Опять-таки повторяю: я и не говорю, что такие возвраты на путь высокопочитания неприличны или бессовестны. Но спрашивается: зачем предпринимать такие действия, в конечном результате которых должна оказаться одна вонь?
Увы! Раскаряка высказал горькую истину! Много, ах, как много водилось за Пименом блох! Непрерывно его щекоча и покусывая, эти блохи не давали его литературно-публицистическому дарованию развиться в том благовременном направлении, которое во Франции известно под именем оппортюнистского, а у нас покуда носит кличку газетного легкого поведения.

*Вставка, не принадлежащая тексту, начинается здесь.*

import type { Access } from '../../../utils/access/roles'
import type { CylinderView } from '../../../utils/custody/cylinderView'
import type { CylinderState } from '../../../utils/custody/state'
import { view } from '../../../utils/custody/view'
import type { Database } from '../database/database'
import { directory } from '../directory/directory'
import { viewContext } from './foldContext'
import { saidByOthers } from './saidByOthers'

/** Who asks, when, and of which refrigerant where nothing is in the cylinder. */
export interface Asking { access: Access | null, nowMs: number, askedRefrigerant?: string | null }

/** What is to be said of cylinders today, in the order asked; ids without a cylinder are left out. */
export async function cylinderViews(db: Database, ids: readonly string[], asking: Asking): Promise<CylinderView[]> {
  if (ids.length === 0) return []
  const [from, said, states] = await Promise.all([directory(db), saidByOthers(db, ids), cylinderStates(db, ids)])
  return ids.flatMap((id) => {
    const state = states.get(id)
    if (!state) return []
    return [view(state, viewContext(from, { ...asking, saidByOthers: said(id) }))]
  })
}

/** The view of one cylinder; null where there is none. */
export async function cylinderView(db: Database, id: string, asking: Asking): Promise<CylinderView | null> {
  return (await cylinderViews(db, [id], asking))[0] ?? null
}

/** The cached states of cylinders by id. */
export async function cylinderStates(db: Database, ids: readonly string[]): Promise<Map<string, CylinderState>> {
  if (ids.length === 0) return new Map()
  const result = await db.readClient.execute({
    sql: `SELECT id, state FROM cylinders WHERE id IN (${ids.map(() => '?').join(', ')})`,
    args: [...ids],
  })
  return new Map(result.rows.map(row => [row[0] as string, JSON.parse(row[1] as string) as CylinderState]))
}
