import type { InStatement } from '@libsql/client'
import type { AnyRecordedEvent } from '../../../utils/custody/event'
import type { Database } from '../database/database'
import { directory } from '../directory/directory'
import { rebuiltCache } from './caches'
import { logRow, recordedEvent, SELECT_LOG } from './logRow'
import { refreshedRows } from './refreshedRows'

const PAGE_ROWS = 1_000

/**
 * Makes every cache of the custody log again from the log alone, cylinder by cylinder.
 *
 * @returns how many cylinders and events it went through.
 */
export async function rebuildCaches(db: Database, nowMs: number): Promise<{ cylinders: number, events: number }> {
  const from = await directory(db, true)
  await db.write(['DELETE FROM movements', 'DELETE FROM stock_changes', 'DELETE FROM label_claims', 'DELETE FROM halves', 'DELETE FROM cylinders'])
  let cylinders = 0
  let events = 0
  let waiting: InStatement[] = []
  let open: AnyRecordedEvent[] = []
  const close = () => {
    if (open.length === 0) return
    waiting.push(...rebuiltCache(open[0]!.cylinderId, open, from, nowMs))
    cylinders++
    open = []
  }
  let after: [string, number] | null = null
  for (;;) {
    const result = await db.readClient.execute({
      sql: `${SELECT_LOG} ${after ? 'WHERE (cylinder_id, version) > (?, ?)' : ''} ORDER BY cylinder_id, version LIMIT ${PAGE_ROWS}`,
      args: after ?? [],
    })
    for (const raw of result.rows) {
      const event = recordedEvent(logRow(raw))
      if (open[0] && open[0].cylinderId !== event.cylinderId) close()
      open.push(event)
      events++
      after = [event.cylinderId, event.version]
    }
    if (result.rows.length < PAGE_ROWS) close()
    await db.write(waiting)
    waiting = []
    if (result.rows.length < PAGE_ROWS) break
  }
  await refreshBothSides(db, nowMs)
  return { cylinders, events }
}

/** Once every log was read, the rows that rest on what other cylinders' logs say: one code on two, and halves of a pair. */
async function refreshBothSides(db: Database, nowMs: number): Promise<void> {
  const both = await db.readClient.execute(`SELECT a.cylinder_id FROM label_claims a JOIN label_claims b ON a.code = b.code AND a.cylinder_id <> b.cylinder_id
    UNION SELECT cylinder_id FROM halves`)
  const ids = both.rows.map(row => row[0] as string)
  for (let from = 0; from < ids.length; from += PAGE_ROWS) await db.write(await refreshedRows(db, ids.slice(from, from + PAGE_ROWS), nowMs))
}
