import type { InStatement } from '@libsql/client'
import type { Database } from '../database/database'
import { directory } from '../directory/directory'
import { refreshedRow } from './caches'
import { cylinderStates } from './cylinderViews'
import { rowContext } from './foldContext'
import type { Guard } from './posting'
import { saidByOthers } from './saidByOthers'

/** The rows of cylinders as they must read by what other cylinders' logs say of them now, each under a condition where one is given. */
export async function refreshedRows(db: Database, cylinderIds: readonly string[], nowMs: number, guard?: Guard): Promise<InStatement[]> {
  const [from, said, states] = await Promise.all([directory(db), saidByOthers(db, cylinderIds), cylinderStates(db, cylinderIds)])
  return [...states].map(([id, state]) => refreshedRow(id, state, rowContext(from, nowMs, said(id)), guard))
}
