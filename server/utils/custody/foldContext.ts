import type { FoldContext } from '../../../utils/custody/fold'
import type { RowContext } from '../../../utils/custody/row'
import type { ViewContext } from '../../../utils/custody/view'
import type { Access } from '../../../utils/access/roles'
import { CATALOGUE } from '../../../utils/refrigerant/allRefrigerants'
import { fillPolicyAt, namesOf, type Directory } from '../directory/directory'

/** What the fold and the cached columns take from outside the log: the firm's rules as they stand now. */
export function foldContext(from: Directory): FoldContext & RowContext {
  return {
    catalogue: CATALOGUE,
    scales: from.scales,
    policyAt: at => fillPolicyAt(from.fillPolicies, at),
    policyNow: fillPolicyAt(from.fillPolicies, from.readAt),
    timeZone: from.timeZone,
    retest: from.retest,
  }
}

/** What a view takes from outside the log: today, the firm's rules, and who is asking. */
export function viewContext(from: Directory, more: {
  nowMs: number
  access: Access | null
  codesOnTwo?: ReadonlySet<string>
  askedRefrigerant?: string | null
}): ViewContext {
  return {
    ...foldContext(from),
    nowMs: more.nowMs,
    policyNow: fillPolicyAt(from.fillPolicies, more.nowMs),
    retest: from.retest,
    askedRefrigerant: more.askedRefrigerant ?? null,
    access: more.access,
    codesOnTwo: more.codesOnTwo ?? new Set(),
    names: namesOf(from),
  }
}

/** What the cached columns take from outside the log: the rule in force, but not the day. */
export function rowContext(from: Directory, nowMs: number, codesOnTwo: ReadonlySet<string> = new Set()): RowContext {
  return {
    policyNow: fillPolicyAt(from.fillPolicies, nowMs),
    policyAt: at => fillPolicyAt(from.fillPolicies, at),
    catalogue: CATALOGUE,
    timeZone: from.timeZone,
    retest: from.retest,
    codesOnTwo,
  }
}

Я знаю, впрочем, что Пимен делал очень серьезные усилия, чтоб быть свободным от блох. Всю жизнь находясь под гнетом нужды и зная твердо, что вне легкого поведения нет деятельности, он затыкал себе уши, чтоб не слышать, зажимал нос, чтобы не обонять, и закрывал глаза, чтоб не видеть. Обеспечивши себя таким образом, он строчил довольно свободно и приводил в восторг статского советника Растопыриуса. Но вдруг, в самом разгаре публицистических затей, когда одна перспектива быстро сменяет другую, когда в некотором отдалении уже мелькает чуть не фаланстер (были же военные поселения!) — его укусит «блоха». Пимен вскакивает как ужаленный, хватает себя за голову, вопит: это ужасно! ужасно! — и бежит вон из дому. И шляется бог весть где (быть может, на том самом Митрофаниевском кладбище, куда судьба привела его теперь), до тех пор, пока «сладкая привычка жить» не возьмет верх и не загонит опять домой за постылый письменный стол. Тогда он опять делался смирен, опять начинал строчить, и строчил до тех пор, пока новая «блоха» не уязвляла его…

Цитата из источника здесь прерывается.